But more to the point--there's probably nowhere near the proper amount of
research money being spent on preventing myopia or preventing the seriousness
of it because there's no money to be made in it. What is the eye doctor going
to charge you if you don't need new glasses?

------
hxa7241
There is a better article on this at:
[http://www.newscientist.com/article/mg20427331.100-generatio...](http://www.newscientist.com/article/mg20427331.100-generation-
specs-stopping-the-shortsight-epidemic.html?full=true)

Research discussed there suggests that what appears in peripheral vision may
be important. That may also explain why myopia gradually gets worse during
years of wearing glasses.

------
davi
better article:
[http://www.newscientist.com/article/mg20427331.100-generatio...](http://www.newscientist.com/article/mg20427331.100-generation-
specs-stopping-the-shortsight-epidemic.html?full=true)

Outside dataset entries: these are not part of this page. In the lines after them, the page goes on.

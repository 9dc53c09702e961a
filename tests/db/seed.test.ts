import { afterAll, beforeAll, describe, expect, it } from "vitest";
import { demoCaptures } from "@/fixtures/demo/captures";
import { Browser } from "@/tests/support/browser";
import { openTestDatabase, type TestDatabase } from "@/tests/support/database";
import { ask } from "@/tests/support/team";

let database: TestDatabase;

beforeAll(async () => {
  database = await openTestDatabase();
});

afterAll(() => database.close());

describe("the demo team", () => {
  it("is made once, whole, and opens with the accounts told", async () => {
    const { seedDemo } = await import("@/lib/server/seed");
    const { signIn } = await import("@/lib/server/auth/actions");
    const cases = await import("@/app/api/cases/route");
    const one = await import("@/app/api/cases/[number]/route");
    const archive = await import("@/app/api/captures/[id]/archive/route");
    const accounts = await seedDemo();
    expect(accounts.map((account) => account.role)).toEqual(["lead", "engineer", "technician", "support"]);
    for (const { email, password } of accounts) {
      const browser = new Browser();
      await browser.submit(signIn, { email, password, next: "/cases" });
      const list = await ask(browser, cases.GET, "GET");
      expect(list.body.total).toBe(demoCaptures().length);
    }
    const browser = new Browser();
    await browser.submit(signIn, { email: accounts[3].email, password: accounts[3].password, next: "/cases" });
    const list = await ask(browser, cases.GET, "GET", { query: "sort=number" });
    for (const row of list.body.cases) {
      const { body } = await ask(browser, one.GET, "GET", { params: { number: row.number } });
      expect(body.finding.length).toBeGreaterThan(20);
      expect(body.captures[0].summary.transactionCount).toBeGreaterThan(0);
      expect(body.roster.length).toBeGreaterThan(3);
      const moved = await ask(browser, archive.GET, "GET", { params: { id: body.captures[0].id } });
      expect((await fetch(moved.headers.get("location") ?? "")).status).toBe(200);
    }
    const contested = list.body.cases.filter((row: { contests: number }) => row.contests > 0);
    expect(contested.length).toBeGreaterThanOrEqual(2);
    const before = await database.query("select id from cases union all select id from users union all select id from captures");
    // A case whose making broke off is made again; everything else stays as it is.
    await database.query("delete from events where kind = 'case.edited' and case_id = (select id from cases where number = 7)");
    expect(await seedDemo()).toEqual(accounts);
    const after = await database.query("select id from cases union all select id from users union all select id from captures");
    expect(after).toHaveLength(before.length);
    expect(after.filter(({ id }) => !before.some((row) => row.id === id))).toHaveLength(2);
  }, 300_000);
});
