// What only our own storage fake has: planned faults, its data after a restart, and the refusals that keep tests honest.

import { mkdtemp, readdir, rm } from "node:fs/promises";
import { tmpdir } from "node:os";
import path from "node:path";
import { Readable } from "node:stream";
import {
  CreateMultipartUploadCommand,
  GetObjectCommand,
  HeadObjectCommand,
  ListPartsCommand,
  PutObjectCommand,
  S3Client,
  UploadPartCommand,
} from "@aws-sdk/client-s3";
import { getSignedUrl } from "@aws-sdk/s3-request-presigner";
import { afterEach, beforeEach, describe, expect, it } from "vitest";
import { anyPort } from "@/workers/stack/port";
import { type Storage, startStorage } from "@/workers/stack/storage";

const keys = { accessKey: "key", secretKey: "secret", region: "us-east-1" };
const Bucket = "captures";
let folder: string;
let storage: Storage;
let client: S3Client;

async function open(): Promise<void> {
  storage = await startStorage({ ...keys, folder, port: await anyPort(), bucket: Bucket, origins: [], controls: true });
  client = connect({ requestChecksumCalculation: "WHEN_REQUIRED", responseChecksumValidation: "WHEN_REQUIRED" });
}

function connect(more: object): S3Client {
  const credentials = { accessKeyId: keys.accessKey, secretAccessKey: keys.secretKey };
  return new S3Client({
    endpoint: storage.endpoint,
    region: keys.region,
    forcePathStyle: true,
    credentials,
    maxAttempts: 1,
    ...more,
  });
}

beforeEach(async () => {
  folder = await mkdtemp(path.join(tmpdir(), "firstlow-storage-"));
  await open();
});
afterEach(async () => {
  await storage.stop();
  await rm(folder, { recursive: true });
});

async function read(Key: string): Promise<Buffer> {
  const answer = await client.send(new GetObjectCommand({ Bucket, Key }));
  return Buffer.from((await answer.Body?.transformToByteArray()) ?? []);
}

describe("checksums that the SDK adds by itself", () => {
  it("are checked on buffered and on streamed bodies, and the transport's coding is taken off", async () => {
    const eager = connect({ requestChecksumCalculation: "WHEN_SUPPORTED" });
    await eager.send(new PutObjectCommand({ Bucket, Key: "buffered", Body: "0123456789" }));
    expect((await read("buffered")).toString()).toBe("0123456789");
    const pieces = Array.from({ length: 40 }, (_unused, index) => Buffer.alloc(10_000, index));
    const ContentLength = 400_000;
    await eager.send(new PutObjectCommand({ Bucket, Key: "streamed", Body: Readable.from(pieces), ContentLength }));
    expect((await read("streamed")).equals(Buffer.concat(pieces))).toBe(true);
  });

  it("of an empty body in a presigned address are refused, so that a wrong client setting is seen here", async () => {
    const eager = connect({ requestChecksumCalculation: "WHEN_SUPPORTED" });
    const url = await getSignedUrl(eager, new PutObjectCommand({ Bucket, Key: "presigned" }));
    expect((await fetch(url, { method: "PUT", body: "not empty" })).status).toBe(400);
  });
});

describe("a restart", () => {
  it("finds objects and unfinished uploads again, and clears what was cut off", async () => {
    await client.send(new PutObjectCommand({ Bucket, Key: "kept", Body: "kept bytes", ContentType: "text/csv" }));
    const { UploadId } = await client.send(new CreateMultipartUploadCommand({ Bucket, Key: "parts" }));
    await client.send(new UploadPartCommand({ Bucket, Key: "parts", UploadId, PartNumber: 1, Body: Buffer.from("one") }));
    await storage.stop();
    await open();
    expect((await read("kept")).toString()).toBe("kept bytes");
    expect((await client.send(new HeadObjectCommand({ Bucket, Key: "kept" }))).ContentType).toBe("text/csv");
    const listed = await client.send(new ListPartsCommand({ Bucket, Key: "parts", UploadId }));
    expect(listed.Parts?.map(({ Size }) => Size)).toEqual([3]);
  });
});

describe("planned faults", () => {
  it("cut an upload: nothing of it is stored, and the next try succeeds", async () => {
    storage.faults.add({ method: "PUT", key: "cut", cutAfter: 1000 });
    const put = () => client.send(new PutObjectCommand({ Bucket, Key: "cut", Body: Buffer.alloc(500_000, 7) }));
    await expect(put()).rejects.toThrow();
    await expect(read("cut")).rejects.toMatchObject({ name: "NoSuchKey" });
    await put();
    expect((await read("cut")).length).toBe(500_000);
    expect(await readdir(path.join(folder, Bucket, "incoming"))).toEqual([]);
  });

  it("cut an answer, refuse, and count what came, also over HTTP with the secret key only", async () => {
    await client.send(new PutObjectCommand({ Bucket, Key: "long", Body: Buffer.alloc(500_000, 7) }));
    storage.faults.add({ method: "GET", cutAfter: 1000 });
    await expect(read("long")).rejects.toThrow();
    const plan = (token: string) =>
      fetch(`${storage.endpoint}/-/faults`, {
        method: "POST",
        headers: { authorization: `Bearer ${token}` },
        body: JSON.stringify({ method: "GET", refuse: "SlowDown", times: 2 }),
      });
    expect((await plan("a guess")).status).toBe(403);
    expect((await plan(keys.secretKey)).status).toBe(200);
    await expect(read("long")).rejects.toMatchObject({ name: "SlowDown" });
    await expect(read("long")).rejects.toMatchObject({ name: "SlowDown" });
    expect((await read("long")).length).toBe(500_000);
    expect(storage.faults.requests().map(({ method, status }) => [method, status])).toEqual([
      ["PUT", 200],
      ["GET", 200],
      ["GET", 503],
      ["GET", 503],
      ["GET", 200],
    ]);
  });
});

describe("readers and writers of one key", () => {
  it("never see half of one object and half of another", async () => {
    const size = 200_000;
    const write = (value: number) => client.send(new PutObjectCommand({ Bucket, Key: "busy", Body: Buffer.alloc(size, value) }));
    await write(0);
    const writes = Array.from({ length: 15 }, (_unused, index) => write(index + 1));
    const reads = await Promise.all(Array.from({ length: 30 }, () => read("busy")));
    await Promise.all(writes);
    for (const body of reads) expect(body.equals(Buffer.alloc(size, body[0]))).toBe(true);
    expect((await readdir(path.join(folder, Bucket, "objects"))).length).toBe(2);
  });
});
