import { afterAll, beforeAll, describe, expect, it } from "vitest";
import { type Action, actions, allows, type Role, roles } from "@/lib/case/roles";
import { Browser } from "@/tests/support/browser";
import { openTestDatabase, type TestDatabase } from "@/tests/support/database";

// Every cell written down once more, by hand: L lead, E engineer, T technician, S support, G holder of a link.
// A change of the table has to be made here too, on purpose.
const cells: Record<Action, string> = {
  "case.read": "LETSG",
  "case.create": "LET",
  "case.edit": "LE",
  "case.status": "LET",
  "case.assign": "LE",
  "case.delete": "L",
  "note.add": "LETS",
  "tag.add": "LET",
  "verdict.give": "LET",
  "finding.write": "LE",
  "brief.print": "LETSG",
  "share.create": "LE",
  "share.revoke": "LE",
  "capture.upload": "LET",
  "capture.download": "LET",
  "profile.edit": "LE",
  "roster.edit": "LE",
  "catalogue.edit": "LE",
  "station.edit": "L",
  "team.read": "LETS",
  "team.edit": "L",
  "team.invite": "L",
  "team.remove": "L",
  "team.role": "L",
  "audit.read": "L",
};

const letter: Record<Role | "guest", string> = { lead: "L", engineer: "E", technician: "T", support: "S", guest: "G" };

describe("the table of roles and actions", () => {
  for (const holder of [...roles, "guest"] as const) {
    it.each(actions)(`${holder}: %s`, (action) => {
      expect(allows(holder, action)).toBe(cells[action].includes(letter[holder]));
    });
  }
});

describe("the doors, through a real session of each role", () => {
  let database: TestDatabase;
  const browsers = new Map<Role, Browser>();
  let loner: Browser;
  let door: (
    action: Action,
    settle?: () => Promise<import("@/lib/server/access/viewer").Viewer>,
  ) => (who: Browser) => Promise<Response>;

  beforeAll(async () => {
    database = await openTestDatabase();
    const { route } = await import("@/lib/server/http/route");
    door = (action, settle) => (who) =>
      who.call(
        route({ who: settle ? "anyone" : "member", action, settle, handle: async ({ viewer }) => ({ kind: viewer.kind }) }),
      );
    const { signUp } = await import("@/lib/server/auth/actions");
    for (const role of roles) {
      const browser = new Browser();
      await browser.submit(signUp, {
        team: "Tank room",
        name: role,
        email: `${role}@access.test`,
        password: "nine tanks in a row",
      });
      await database.query("update members set role = $1 where user_id = (select id from users where email = $2)", [
        role,
        `${role}@access.test`,
      ]);
      browsers.set(role, browser);
    }
    loner = new Browser();
    await loner.submit(signUp, { team: "Gone", name: "Loner", email: "loner@access.test", password: "nine tanks in a row" });
    await database.query("delete from members where user_id = (select id from users where email = 'loner@access.test')");
  });

  afterAll(() => database.close());

  for (const role of roles) {
    it.each(actions)(`${role} at a door for %s`, async (action) => {
      const browser = browsers.get(role) ?? new Browser();
      const response = await door(action)(browser);
      expect(response.status).toBe(cells[action].includes(letter[role]) ? 200 : 403);
      if (response.status === 403) expect(await response.json()).toMatchObject({ code: "forbidden", status: 403 });
    });
  }

  it.each(actions)("nobody without a session passes a door for %s", async (action) => {
    const response = await door(action)(new Browser());
    expect(response.status).toBe(401);
    expect(await response.json()).toMatchObject({ code: "signed-out" });
  });

  it.each(actions)("somebody in no team does not pass a door for %s", async (action) => {
    expect((await door(action)(loner)).status).toBe(403);
  });

  it.each(actions)("a link at a door for %s", async (action) => {
    for (const download of [false, true]) {
      const share = { id: "s", caseId: "c", teamId: "t", download };
      const response = await door(action, async () => ({ kind: "link", share }))(new Browser());
      const expected = cells[action].includes("G") || (action === "capture.download" && download);
      expect(response.status).toBe(expected ? 200 : 403);
    }
  });

  it("reads the role anew with every request", async () => {
    const browser = browsers.get("technician") ?? new Browser();
    expect((await door("tag.add")(browser)).status).toBe(200);
    await database.query(
      "update members set role = 'support' where user_id = (select id from users where email = 'technician@access.test')",
    );
    expect((await door("tag.add")(browser)).status).toBe(403);
    await database.query(
      "update members set role = 'technician' where user_id = (select id from users where email = 'technician@access.test')",
    );
  });
});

discussion: <http://news.ycombinator.com/item?id=929524>

------
bioweek
Do you guys think a new cure for this will be invented in the next five or ten
years? I can't afford lasik, and after reading all of the things that can go
wrong, I'm not even sure if I would want it.

Any chance there will be some new, inexpensive technology invented soon? Or
maybe everyone will start wearing glasses for augmented reality anyway so it
won't matter.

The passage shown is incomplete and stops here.